DATA SUPPLIED ::
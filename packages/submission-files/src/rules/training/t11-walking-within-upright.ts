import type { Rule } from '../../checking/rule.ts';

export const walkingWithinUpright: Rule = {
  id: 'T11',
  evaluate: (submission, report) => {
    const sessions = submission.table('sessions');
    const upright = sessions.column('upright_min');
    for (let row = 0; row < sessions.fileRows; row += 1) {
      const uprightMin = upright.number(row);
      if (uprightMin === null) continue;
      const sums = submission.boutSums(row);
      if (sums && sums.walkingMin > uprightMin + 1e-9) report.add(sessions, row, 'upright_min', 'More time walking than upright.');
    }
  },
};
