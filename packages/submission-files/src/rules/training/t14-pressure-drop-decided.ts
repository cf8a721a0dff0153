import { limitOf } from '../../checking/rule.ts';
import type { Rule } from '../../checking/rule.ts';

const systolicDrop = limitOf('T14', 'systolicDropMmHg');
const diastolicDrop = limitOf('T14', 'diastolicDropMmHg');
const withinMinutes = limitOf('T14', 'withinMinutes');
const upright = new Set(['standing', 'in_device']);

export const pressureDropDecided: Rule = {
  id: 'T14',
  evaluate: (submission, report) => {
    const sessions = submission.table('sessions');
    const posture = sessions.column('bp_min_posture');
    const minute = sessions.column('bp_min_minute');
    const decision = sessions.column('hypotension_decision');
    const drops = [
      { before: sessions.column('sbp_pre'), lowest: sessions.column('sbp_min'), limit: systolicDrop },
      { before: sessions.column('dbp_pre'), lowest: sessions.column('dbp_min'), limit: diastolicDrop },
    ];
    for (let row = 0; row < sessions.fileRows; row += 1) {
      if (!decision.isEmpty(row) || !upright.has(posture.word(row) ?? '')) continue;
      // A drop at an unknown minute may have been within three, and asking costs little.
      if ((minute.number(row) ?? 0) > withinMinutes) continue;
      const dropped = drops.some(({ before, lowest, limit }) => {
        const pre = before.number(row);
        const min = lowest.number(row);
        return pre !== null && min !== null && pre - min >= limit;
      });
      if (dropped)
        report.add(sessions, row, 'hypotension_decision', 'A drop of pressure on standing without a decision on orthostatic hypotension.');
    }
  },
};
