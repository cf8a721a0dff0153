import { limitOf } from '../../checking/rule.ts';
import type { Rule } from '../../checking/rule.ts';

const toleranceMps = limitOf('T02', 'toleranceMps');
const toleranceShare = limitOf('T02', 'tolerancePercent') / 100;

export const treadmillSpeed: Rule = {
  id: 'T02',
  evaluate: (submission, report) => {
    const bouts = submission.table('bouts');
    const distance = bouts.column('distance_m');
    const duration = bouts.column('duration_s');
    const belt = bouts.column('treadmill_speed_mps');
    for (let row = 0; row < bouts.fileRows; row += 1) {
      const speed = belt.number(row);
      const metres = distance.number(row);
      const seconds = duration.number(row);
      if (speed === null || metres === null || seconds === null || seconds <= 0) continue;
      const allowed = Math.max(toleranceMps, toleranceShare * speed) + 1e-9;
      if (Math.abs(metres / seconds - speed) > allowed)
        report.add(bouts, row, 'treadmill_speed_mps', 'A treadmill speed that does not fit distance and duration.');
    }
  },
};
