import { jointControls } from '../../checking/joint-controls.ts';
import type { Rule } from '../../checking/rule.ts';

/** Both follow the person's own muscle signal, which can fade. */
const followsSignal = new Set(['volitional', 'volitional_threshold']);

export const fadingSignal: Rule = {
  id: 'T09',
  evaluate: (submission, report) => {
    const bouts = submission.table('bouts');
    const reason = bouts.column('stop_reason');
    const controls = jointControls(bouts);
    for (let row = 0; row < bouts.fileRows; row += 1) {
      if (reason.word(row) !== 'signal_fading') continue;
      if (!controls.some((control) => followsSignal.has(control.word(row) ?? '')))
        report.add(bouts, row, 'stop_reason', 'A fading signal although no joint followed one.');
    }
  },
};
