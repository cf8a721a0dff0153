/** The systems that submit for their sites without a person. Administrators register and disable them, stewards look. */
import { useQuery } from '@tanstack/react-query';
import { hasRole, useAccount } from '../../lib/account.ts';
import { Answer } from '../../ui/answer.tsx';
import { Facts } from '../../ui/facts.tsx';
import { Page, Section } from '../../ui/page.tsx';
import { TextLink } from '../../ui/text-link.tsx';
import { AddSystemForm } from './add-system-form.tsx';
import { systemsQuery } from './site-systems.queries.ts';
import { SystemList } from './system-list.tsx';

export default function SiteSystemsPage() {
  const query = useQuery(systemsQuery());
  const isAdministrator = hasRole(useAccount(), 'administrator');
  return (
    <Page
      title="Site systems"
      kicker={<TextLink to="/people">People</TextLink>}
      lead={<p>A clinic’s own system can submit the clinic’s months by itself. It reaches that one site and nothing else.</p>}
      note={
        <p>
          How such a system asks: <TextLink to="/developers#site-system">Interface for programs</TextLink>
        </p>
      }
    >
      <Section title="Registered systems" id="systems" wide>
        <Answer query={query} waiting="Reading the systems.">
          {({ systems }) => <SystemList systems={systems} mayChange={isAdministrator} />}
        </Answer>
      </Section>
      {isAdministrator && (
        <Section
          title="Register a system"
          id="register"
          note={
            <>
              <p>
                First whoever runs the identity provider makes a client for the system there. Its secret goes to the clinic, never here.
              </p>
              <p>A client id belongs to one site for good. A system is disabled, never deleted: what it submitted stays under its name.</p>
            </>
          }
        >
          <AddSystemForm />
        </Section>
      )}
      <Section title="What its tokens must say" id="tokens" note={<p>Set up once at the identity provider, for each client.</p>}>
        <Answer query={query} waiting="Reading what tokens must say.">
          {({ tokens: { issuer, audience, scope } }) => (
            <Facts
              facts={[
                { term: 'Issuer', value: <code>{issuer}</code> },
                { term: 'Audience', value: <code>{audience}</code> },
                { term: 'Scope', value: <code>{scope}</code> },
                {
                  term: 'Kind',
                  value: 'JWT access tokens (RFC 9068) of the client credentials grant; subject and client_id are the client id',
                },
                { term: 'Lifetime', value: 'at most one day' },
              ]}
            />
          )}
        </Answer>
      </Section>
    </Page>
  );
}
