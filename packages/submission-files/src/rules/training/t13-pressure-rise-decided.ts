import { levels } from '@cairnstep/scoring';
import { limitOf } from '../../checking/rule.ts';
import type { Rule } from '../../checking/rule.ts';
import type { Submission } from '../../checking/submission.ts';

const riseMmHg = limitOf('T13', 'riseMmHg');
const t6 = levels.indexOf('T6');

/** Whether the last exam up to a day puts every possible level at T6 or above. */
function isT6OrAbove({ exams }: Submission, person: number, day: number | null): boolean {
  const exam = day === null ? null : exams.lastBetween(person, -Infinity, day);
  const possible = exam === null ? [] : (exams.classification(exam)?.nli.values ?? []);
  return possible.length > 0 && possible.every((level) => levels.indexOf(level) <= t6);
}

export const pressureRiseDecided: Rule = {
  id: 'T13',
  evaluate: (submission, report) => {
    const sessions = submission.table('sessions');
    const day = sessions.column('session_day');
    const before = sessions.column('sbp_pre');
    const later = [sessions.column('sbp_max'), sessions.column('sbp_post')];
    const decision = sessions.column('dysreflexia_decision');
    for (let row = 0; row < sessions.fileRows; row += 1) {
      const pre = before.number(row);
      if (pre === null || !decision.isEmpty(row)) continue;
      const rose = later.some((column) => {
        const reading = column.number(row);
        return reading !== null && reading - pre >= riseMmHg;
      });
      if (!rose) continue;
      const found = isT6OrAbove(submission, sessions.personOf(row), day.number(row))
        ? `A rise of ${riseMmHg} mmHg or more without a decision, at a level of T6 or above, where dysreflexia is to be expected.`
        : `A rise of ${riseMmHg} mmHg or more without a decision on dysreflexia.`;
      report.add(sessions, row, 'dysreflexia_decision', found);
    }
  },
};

WHAT THE EXERCISE ASKS ::
Copy out, from the listing above, every line that contains the string "some".

RESULT OF THIS EXERCISE ::
      const dropped = drops.some(({ before, lowest, limit }) => {
      if (!controls.some((control) => followsSignal.has(control.word(row) ?? '')))
      const rose = later.some((column) => {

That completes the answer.